• _WHAT IS EXPECTED_
Go through the data from its first line and retype each line, stopping once the line containing "A departure to" has been retyped.

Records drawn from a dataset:
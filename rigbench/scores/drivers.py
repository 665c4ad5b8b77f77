"""Which source's draws go with a large score, or with failures, of a law: the strip of draws."""

from __future__ import annotations

from collections.abc import Mapping, Sequence
from dataclasses import dataclass

import numpy as np

from rigbench.arm.arm import Floats

__all__ = ["Driver", "drivers"]

PERMUTATIONS = 999


@dataclass(frozen=True)
class Driver:
    """How strongly one source's drawn values go with a score.

    ``strength`` is the adjusted multiple correlation R in ranks, 0 to 1; None if the draws are too few for
    the source's parameters, or nothing varies. ``chance`` is the share of random orders of the score that go
    with the values as strongly: below 0.05 a source is shown to matter. ``parameter`` is the single one with
    the largest rank correlation (Spearman's), which is ``correlation``; ``by_size`` says that it is that
    of the size abs(u), not of u.
    """

    source: str
    strength: float | None
    chance: float
    parameter: str | None
    correlation: float
    by_size: bool


def drivers(
    values: Floats, sources: Mapping[str, Sequence[str]], score: Floats, seed: int = 0
) -> tuple[Driver, ...]:
    """Return for each source how strongly its values u go with a score, over n draws.

    ``values`` (n, P) are the drawn factors, their columns in the order of ``sources``, which name each
    source's parameters; ``score`` (n,) may be infinite (a run that did not finish ranks highest), or 0
    and 1 for pass and fail. A draw whose score is NaN does not count.

    A departure to either side may do harm, so both u and abs(u) are ranked (ties share their mean rank), and
    the score's rank is regressed on the ranks of all of a source's: R^2 is the part of its variance that
    they explain, adjusted for the number of columns, 1 - (1 - R^2) (n - 1) / (n - 1 - columns), not below 0.
    The chance is that of a permutation test, 999 random orders: (1 + as strong ones) / 1000, for each source
    by itself. Only what adds up over parameters shows; `needs` sees the rest.
    """
    known = ~np.isnan(score)
    ranks = _centred(score[known, None])[:, 0]
    values = values[known]
    orders = np.random.default_rng(seed).permuted(np.tile(ranks, (PERMUTATIONS, 1)), axis=1)
    found, first = [], 0
    for source, names in sources.items():
        own = values[:, first : first + len(names)]
        first += len(names)
        found.append(_driver(source, names, own, ranks, orders))
    return tuple(found)


def _centred(values: Floats) -> Floats:
    """Return the ranks within each column, less their mean."""
    from scipy.stats import rankdata

    ranks: Floats = rankdata(values, axis=0) if len(values) else values
    return ranks - (len(values) + 1) / 2.0


def _driver(source: str, names: Sequence[str], own: Floats, ranks: Floats, orders: Floats) -> Driver:
    n = len(ranks)
    columns = _centred(np.concatenate((own, np.abs(own)), axis=1))
    varying = np.flatnonzero(np.any(columns != 0.0, axis=0))
    power = float(ranks @ ranks)
    if not varying.size or power == 0.0:
        return Driver(source, None, 1.0, None, 0.0, False)
    columns = columns[:, varying]
    each = columns.T @ ranks / np.sqrt(np.sum(columns**2, axis=0) * power)
    strongest = int(np.argmax(np.abs(each)))
    basis = _basis(columns)
    explained = float(np.sum((basis.T @ ranks) ** 2)) / power
    by_chance = np.sum((orders @ basis) ** 2, axis=1) / power
    chance = (1 + int(np.sum(by_chance >= explained - 1e-9))) / (1 + len(orders))
    free = n - 1 - basis.shape[1]
    strength = None if free < 1 else max(0.0, 1.0 - (1.0 - explained) * (n - 1) / free) ** 0.5
    place = int(varying[strongest])
    name = names[place % len(names)]
    return Driver(source, strength, chance, name, float(each[strongest]), place >= len(names))


def _basis(columns: Floats) -> Floats:
    """Return an orthonormal basis of what the columns span, (n, their rank)."""
    squares, directions = np.linalg.eigh(columns.T @ columns)
    spanning = squares > 1e-10 * squares[-1]
    basis: Floats = columns @ directions[:, spanning] / np.sqrt(squares[spanning])
    return basis
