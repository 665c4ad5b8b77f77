"""The break-even level: where one law's error equals another's."""

from __future__ import annotations

from collections.abc import Iterator, Mapping, Sequence
from dataclasses import dataclass
from itertools import combinations
from math import inf

import numpy as np
from numpy.typing import NDArray

from rigbench.arm.arm import Floats
from rigbench.scores.cell import CountedDraws
from rigbench.scores.medians import median_bounds
from rigbench.scores.pairs import paired_difference
from rigbench.scores.results import Column

__all__ = ["BreakEven", "Crossing", "break_even_levels", "crossing_level"]

START, MIDDLE, END = 0.0, 0.5, 1.0
"""Which point between two levels stands for a crossing that can't be interpolated."""


@dataclass(frozen=True)
class Crossing:
    """The level at which a median difference changes sign, and its 95 % interval.

    inf stands for beyond the largest level (if anywhere), -inf for below the smallest. ``before`` is the
    sign that the difference has below the crossing: -1 or 1.
    """

    value: float
    low: float
    high: float
    before: int


@dataclass(frozen=True)
class BreakEven:
    """Where two laws change places: ``below`` it, that law has the lower score."""

    laws: tuple[str, str]
    value: float
    low: float
    high: float
    below: str


def crossing_level(
    levels: Floats, differences: Floats, exact: NDArray[np.bool_] | None = None, before: int = 0
) -> Crossing | None:
    """Return the lowest level at which the median over draws of a paired difference changes sign.

    ``levels`` (L,) rise; ``differences`` (D, L) are one law's score less the other's, of the same draws at
    all levels; they may be infinite, and 0 is a tie. Where ``exact`` (L,), nothing is random and the first
    draw's difference is the median, without doubt. ``before`` is the sign below the crossing that is asked
    for; 0: the one met first. None where there is no draw, or where every median is a tie and no sign is
    asked for.

    The median is taken as linear between levels; where it is infinite at one of two, it crosses midway.
    The interval is where the sign can't be told from the opposite one: from where the high end of the
    median's own 95 % interval first reaches 0 to where its low end first leaves it, linear likewise (a
    sign test at every level, inverted). So it covers 95 % for any distribution if one draw's differences
    go together from level to level, and more if they don't.
    """
    if not differences.size:
        return None
    middle, low, high = median_bounds(differences)
    if exact is not None:
        middle, low, high = (np.where(exact, differences[0], curve) for curve in (middle, low, high))
    signs = np.sign(middle[middle != 0.0])
    if before == 0 and not signs.size:
        return None
    before = before or int(signs[0])
    if before > 0:
        middle, low, high = -middle, -high, -low
    value = _leaves_zero(levels, middle, MIDDLE)
    start = min(_reaches_zero(levels, high), value)
    return Crossing(value, start, max(_leaves_zero(levels, low, END), value), before)


def _reaches_zero(levels: Floats, curve: Floats) -> float:
    """Return the lowest level at which the curve is 0 or above."""
    above = np.flatnonzero(curve >= 0.0)
    if not above.size:
        return inf
    k = int(above[0])
    if k == 0:
        return -inf if curve[0] > 0.0 else float(levels[0])
    return _zero_between(levels, curve, k, START)


def _leaves_zero(levels: Floats, curve: Floats, otherwise: float) -> float:
    """Return the level from which on the curve is first above 0."""
    above = np.flatnonzero(curve > 0.0)
    if not above.size:
        return inf
    return -inf if above[0] == 0 else _zero_between(levels, curve, int(above[0]), otherwise)


def _zero_between(levels: Floats, curve: Floats, k: int, otherwise: float) -> float:
    """Return where the curve, at most 0 at level k - 1 and at least 0 at k, crosses 0."""
    start, end = float(curve[k - 1]), float(curve[k])
    part = -start / (end - start) if np.isfinite(start) and np.isfinite(end) else otherwise
    return float(levels[k - 1] + part * (levels[k] - levels[k - 1]))


def break_even_levels(
    ladders: Mapping[str, Sequence[tuple[Column, CountedDraws]]], main: int
) -> Iterator[BreakEven]:
    """Yield the break-even level of each pair of laws whose order by the main score changes.

    ``ladders`` holds each law's columns of rising level with the draws that count; the draws that count
    for both laws at all levels are compared, as :func:`crossing_level` says.
    """
    for one, other in combinations(ladders, 2):
        levels, differences, exact = _on_common_draws(ladders[one], ladders[other], main)
        found = crossing_level(levels, differences, exact)
        if found is not None and found.value < inf:
            below = one if found.before < 0 else other
            # There is no level below the lowest that was run, which is 0: nominal.
            yield BreakEven((one, other), found.value, max(found.low, float(levels[0])), found.high, below)


def _on_common_draws(
    one: Sequence[tuple[Column, CountedDraws]], other: Sequence[tuple[Column, CountedDraws]], main: int
) -> tuple[Floats, Floats, NDArray[np.bool_]]:
    """Return the levels (L,) that both laws have, their differences (D, L) on the draws that all share,
    and which levels are exact (L,).

    A level where nothing is random has one difference, which stands for every draw.
    """
    pairs = [
        (column, mine, theirs)
        for (column, mine), (_, theirs) in zip(one, other, strict=True)
        if len(mine.draws) and len(theirs.draws)
    ]
    numbers = [set(cell.draws.tolist()) for column, *cells in pairs if column.random for cell in cells]
    common = np.array(sorted(set.intersection(*numbers)) if numbers else [0], dtype=np.int64)
    differences = np.empty((len(common), len(pairs)))
    for place, (column, mine, theirs) in enumerate(pairs):
        scores = [
            cell.worst[np.searchsorted(cell.draws, common) if column.random else 0, main]
            for cell in (mine, theirs)
        ]
        differences[:, place] = paired_difference(*scores)
    levels = np.array([column.level or 0.0 for column, *_ in pairs])
    return levels, differences, np.array([not column.random for column, *_ in pairs], dtype=bool)
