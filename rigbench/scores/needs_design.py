"""What the study ``needs`` runs, as its runs are named in the store."""

from __future__ import annotations

from collections.abc import Mapping
from dataclasses import asdict, dataclass
from typing import Any

from rigbench.scores.limit_search import decisive, most_probes

__all__ = ["TOGETHER", "A", "B", "Group", "NeedsDesign", "Subject", "alone", "swapped"]

A, B, TOGETHER = "shares a", "shares b", "together"
"""Conditions: the two halves of the design, and the search for the common factor."""


def swapped(group: str) -> str:
    """Return the condition of the design's page in which a group is taken from b."""
    return f"shares a, {group} from b"


def alone(group: str) -> str:
    """Return the condition of the search in which a group acts alone."""
    return f"{group} alone"


@dataclass(frozen=True)
class Group:
    """A source, or what of it belongs to one link or joint: what is known, or not, as one.

    ``name`` in words; ``source`` the key under ``mismatch``, ``part`` the link or joint ('' for all);
    ``parameters`` those that it draws; ``spread`` what is declared of it, see spread_at.py.
    """

    name: str
    source: str
    part: str
    parameters: tuple[str, ...]
    spread: Mapping[str, Any]


@dataclass(frozen=True)
class Subject:
    """A law in a sheet, the motions that it runs in, and the groups that make its machine uncertain."""

    sheet: str
    law: str
    motions: tuple[str, ...]
    groups: tuple[Group, ...]

    def runs_per_point(self) -> int:
        """Return how many runs a row of the design takes."""
        return (len(self.groups) + 2) * len(self.motions)

    def most_search_runs(self, draws: int, lowest: int) -> int:
        """Return how many runs its searches take at most: one for each group, and one for all together."""
        return (len(self.groups) + 1) * len(self.motions) * most_probes(draws, lowest)


@dataclass(frozen=True)
class NeedsDesign:
    """The whole: ``points`` rows of the pick-freeze design at ``level``, and ``draws`` in each search.

    ``score`` is what is shared out; ``required_share`` what of the draws must keep the tolerance.
    """

    score: str
    level: float
    points: int
    draws: int
    required_share: float
    subjects: tuple[Subject, ...]

    @property
    def lowest(self) -> int:
        """How many of the lowest limits decide in each search."""
        return decisive(self.draws, self.required_share)

    @property
    def share_runs(self) -> int:
        """How many runs the shares take."""
        return self.points * sum(subject.runs_per_point() for subject in self.subjects)

    @property
    def most_search_runs(self) -> int:
        """How many runs the searches take at most."""
        return sum(subject.most_search_runs(self.draws, self.lowest) for subject in self.subjects)

    def declared(self) -> dict[str, Any]:
        """Return it in JSON's types."""
        return asdict(self)

    @classmethod
    def of(cls, declared: Mapping[str, Any]) -> NeedsDesign:
        """Read what :meth:`declared` returned, and a store kept."""
        subjects = tuple(
            Subject(
                each["sheet"],
                each["law"],
                tuple(each["motions"]),
                tuple(
                    Group(**{**group, "parameters": tuple(group["parameters"])}) for group in each["groups"]
                ),
            )
            for each in declared["subjects"]
        )
        return cls(**{**declared, "subjects": subjects})
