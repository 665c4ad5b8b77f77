"""Which levels to run each draw at to find how much a law tolerates, with few runs.

Each draw has a limit of its own on a ladder of levels, and the tolerated level is an order statistic of
these limits (see own_limits.py): the lowest of them decide, all others need only be shown not to be among
these. So the first draws have their limits found by bisection, and every later one is first run at the
level that decides so far: if it keeps there, that one run was enough.
"""

from __future__ import annotations

from collections.abc import Iterator, Mapping
from itertools import pairwise

import numpy as np

from rigbench.scores.intervals import draws_needed, quantile_interval

__all__ = ["LADDER", "Known", "decisive", "most_probes", "next_probes", "search_draws"]

LADDER = (0.2, 0.25, 0.315, 0.4, 0.5, 0.63, 0.8, 1.0, 1.25, 1.6, 2.0, 2.5, 3.15, 4.0, 5.0)
"""The levels, in multiples of the middle one: the preferred numbers R10 of ISO 3 (from memory). Four runs
find a limit among fifteen."""

Known = Mapping[int, Mapping[int, bool | None]]
"""By draw, and by the number of the rung: whether it keeps there, None where the host leaves that open."""


def search_draws(required_share: float) -> int:
    """Return how many draws a search takes: the fewest that can show a level as tolerated (73 for 0.95)."""
    draws = draws_needed(required_share)
    if draws is None:
        raise ValueError("no number of draws shows a share of 1")
    while _ranks(draws, required_share)[0] < 1:
        draws += 1
    return draws


def decisive(draws: int, required_share: float) -> int:
    """Return how many of the lowest limits decide the tolerated level and its interval: 9 of 73 for 0.95.

    The rank, from the lowest limit, of the order statistic that bounds the tolerated level from above; all
    ``draws`` where they are too few for there to be one.
    """
    return int(min(_ranks(draws, required_share)[1], draws))


def next_probes(known: Known, draws: int, lowest: int, rungs: int = len(LADDER)) -> list[tuple[int, int]]:
    """Return the (draw, rung) to run next, none when the ``lowest`` limits of all draws are found.

    Draws come in batches, each as large as all before; what it asks depends on ``known`` alone. A draw with
    a host's trouble at any rung is left alone. Once so many draws keep nowhere, the others aren't asked.
    It takes for granted that a draw that keeps at a level keeps at all lower ones.
    """
    for start, end in pairwise(_bounds(draws, lowest)):
        cut = _cut(known, start, lowest, rungs)
        if cut < 0:
            return []
        asked = ((draw, _next_rung(known.get(draw, {}), cut, rungs)) for draw in range(start, end))
        probes = [(draw, rung) for draw, rung in asked if rung is not None]
        if probes:
            return probes
    return []


def most_probes(draws: int, lowest: int, rungs: int = len(LADDER)) -> int:
    """Return how many runs (in one motion) a search takes at most; half of it is more usual."""
    bisection = rungs.bit_length()  # ceil(log2(rungs + 1)), of as many limits
    below_cut = (rungs - 1).bit_length()
    return lowest * bisection + (draws - lowest) * max(1 + below_cut, bisection)


def _ranks(draws: int, required_share: float) -> tuple[float, float]:
    """Return which of the limits, from the lowest, are the ends of the tolerated level's interval."""
    ranks = np.arange(1.0, draws + 1.0)
    _, high, low = quantile_interval(-ranks, required_share, least=-np.inf)
    return -low, -high


def _bounds(draws: int, lowest: int) -> Iterator[int]:
    """Yield where the batches begin and end."""
    yield 0
    end = lowest
    while end < draws:
        yield end
        end *= 2
    yield draws


def _cut(known: Known, draws: int, lowest: int, rungs: int) -> int:
    """Return the rung up to which the ``lowest``-th lowest limit keeps, of the first so many draws.

    -1 if at none; ``rungs`` as long as there are too few draws.
    """
    found = [known.get(draw, {}) for draw in range(draws)]
    kept = sorted(_bracket(own, rungs)[0] for own in found if None not in own.values())
    return kept[lowest - 1] if len(kept) >= lowest else rungs


def _next_rung(own: Mapping[int, bool | None], cut: int, rungs: int) -> int | None:
    """Return where to run a draw next; None once its limit is found, or is known not to lie below the cut."""
    if None in own.values():
        return None
    if cut < rungs and own.get(cut, True):
        return None if cut in own else cut
    low, high = _bracket(own, rungs)
    return (low + high) // 2 if high - low > 1 else None


def _bracket(own: Mapping[int, bool | None], rungs: int) -> tuple[int, int]:
    """Return the highest rung that keeps below the first that misses, and that one; or -1, ``rungs``."""
    high = min((rung for rung, kept in own.items() if not kept), default=rungs)
    return max((rung for rung, kept in own.items() if kept and rung < high), default=-1), high
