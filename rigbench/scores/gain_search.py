"""Looking for the best gains with few trials: points that fill the box, then a pattern search from the best.

A trial's merit is a pair, less is better: by how much it misses the limits, and its score. So a point within
the limits beats all others, and where none is, the search goes towards the limits.
"""

from __future__ import annotations

from collections.abc import Callable, Sequence
from typing import TYPE_CHECKING

import numpy as np

if TYPE_CHECKING:
    from rigbench.arm.arm import Floats

__all__ = ["LEAST_TRIALS", "Merit", "Point", "find_gains"]

Point = tuple[float, ...]

Merit = tuple[float, float]
"""By how much the limits are missed (0: not at all), and the score; either may be inf."""

Ask = Callable[[Sequence[Point]], Sequence[Merit]]

LEAST_TRIALS = 8
"""Trials without which a search is none."""

FILLED = 0.3
"""Share of the trials that fill the box."""

FIRST_STEP, LAST_STEP = 0.25, 0.005
"""The pattern's size, in widths of the box."""

DIGITS = 3
"""Significant digits of what is tried, so that a gain can be written down."""


def find_gains(
    ask: Ask, bounds: Sequence[tuple[float, float]], trials: int, seed: int, declared: Point
) -> tuple[Point, Merit]:
    """Return the best of at most ``trials`` points within ``bounds`` (low, high), all above 0, and its merit.

    The ``declared`` point is tried first, whether or not it is within. The box is measured in logarithms, and
    points other than the declared one are rounded to three digits. A quasi-random start (Sobol', scrambled
    by ``seed``) is followed by a pattern search (Hooke and Jeeves 1961; polls along a new orthonormal basis
    each time, as mesh-adaptive search has it: Audet and Dennis 2006; both from memory): 2 N polls from the
    best point, N from that nearest to the limits of those with a better score, and the step is halved where
    none of them is better. The same arguments and answers give the same points again. ValueError
    below LEAST_TRIALS.
    """
    if trials < LEAST_TRIALS:
        raise ValueError(f"a search takes at least {LEAST_TRIALS} trials, not {trials}")
    tried = _Tried(ask, bounds, trials)
    tried.take([declared])
    tried.at(_filling(len(bounds), round(FILLED * trials), seed))
    rng, step = np.random.default_rng(seed), FIRST_STEP
    while tried.left and step >= LAST_STEP:
        before = tried.merits[tried.best]
        basis = np.linalg.qr(rng.standard_normal((len(bounds), len(bounds))))[0]
        for centre, polls in zip(tried.centres(), (np.vstack([basis, -basis]), basis), strict=False):
            tried.at(np.clip(tried.place(centre) + step * polls, 0.0, 1.0))
        if tried.merits[tried.best] >= before:
            step /= 2.0
    return tried.best, tried.merits[tried.best]


def _filling(dimension: int, count: int, seed: int) -> Floats:
    from scipy.stats import qmc

    size = 1 << max(count - 1, 0).bit_length()  # a whole power of 2 keeps the sequence's balance
    points: Floats = qmc.Sobol(dimension, scramble=True, seed=seed).random(size)[:count]
    return points


class _Tried:
    """What was tried, each point once, and no more than ``most``."""

    def __init__(self, ask: Ask, bounds: Sequence[tuple[float, float]], most: int) -> None:
        self._ask, self._most = ask, most
        self._low, self._high = np.log(np.array(bounds)).T
        self._bounds = bounds
        self.merits: dict[Point, Merit] = {}

    @property
    def left(self) -> int:
        return self._most - len(self.merits)

    @property
    def best(self) -> Point:
        """The point with the least merit, the first of equals."""
        return min(self.merits, key=self.merits.__getitem__)

    def centres(self) -> list[Point]:
        """Return where to poll: the best point, and that nearest to the limits with a better score."""
        missed, score = self.merits[self.best]
        beyond = [
            point
            for point, merit in self.merits.items()
            if missed == 0.0 < merit[0] < np.inf and merit[1] < score
        ]
        return [self.best, *sorted(beyond, key=self.merits.__getitem__)[:1]]

    def place(self, point: Point) -> Floats:
        """Return where a point lies in the unit box."""
        width = np.where(self._high > self._low, self._high - self._low, 1.0)
        inside: Floats = np.clip((np.log(np.array(point)) - self._low) / width, 0.0, 1.0)
        return inside

    def at(self, places: Floats) -> None:
        """Try the points at places of the unit box."""
        values = np.exp(self._low + places * (self._high - self._low)).tolist()
        self.take([self._rounded(value) for value in values])

    def _rounded(self, values: Sequence[float]) -> Point:
        return tuple(
            min(max(float(f"{value:.{DIGITS}g}"), low), high)
            for value, (low, high) in zip(values, self._bounds, strict=True)
        )

    def take(self, points: Sequence[Point]) -> None:
        """Try points, as long as there are trials left."""
        new = [point for point in dict.fromkeys(points) if point not in self.merits][: self.left]
        if new:
            self.merits.update(zip(new, self._ask(new), strict=True))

• _WRITTEN RESPONSE_
filename rigbench/scores/drivers.py
repository 665c4ad5b8b77f77
"""Which source's draws go with a large score, or with failures, of a law: the strip of draws."""

from __future__ import annotations

from collections.abc import Mapping, Sequence
from dataclasses import dataclass

import numpy as np

from rigbench.arm.arm import Floats

__all__ = ["Driver", "drivers"]

PERMUTATIONS = 999


@dataclass(frozen=True)
class Driver:
    """How strongly one source's drawn values go with a score.

    ``strength`` is the adjusted multiple correlation R in ranks, 0 to 1; None if the draws are too few for
    the source's parameters, or nothing varies. ``chance`` is the share of random orders of the score that go
    with the values as strongly: below 0.05 a source is shown to matter. ``parameter`` is the single one with
    the largest rank correlation (Spearman's), which is ``correlation``; ``by_size`` says that it is that
    of the size abs(u), not of u.
    """

    source: str
    strength: float | None
    chance: float
    parameter: str | None
    correlation: float
    by_size: bool


def drivers(
    values: Floats, sources: Mapping[str, Sequence[str]], score: Floats, seed: int = 0
) -> tuple[Driver, ...]:
    """Return for each source how strongly its values u go with a score, over n draws.

    ``values`` (n, P) are the drawn factors, their columns in the order of ``sources``, which name each
    source's parameters; ``score`` (n,) may be infinite (a run that did not finish ranks highest), or 0
    and 1 for pass and fail. A draw whose score is NaN does not count.

    A departure to either side may do harm, so both u and abs(u) are ranked (ties share their mean rank), and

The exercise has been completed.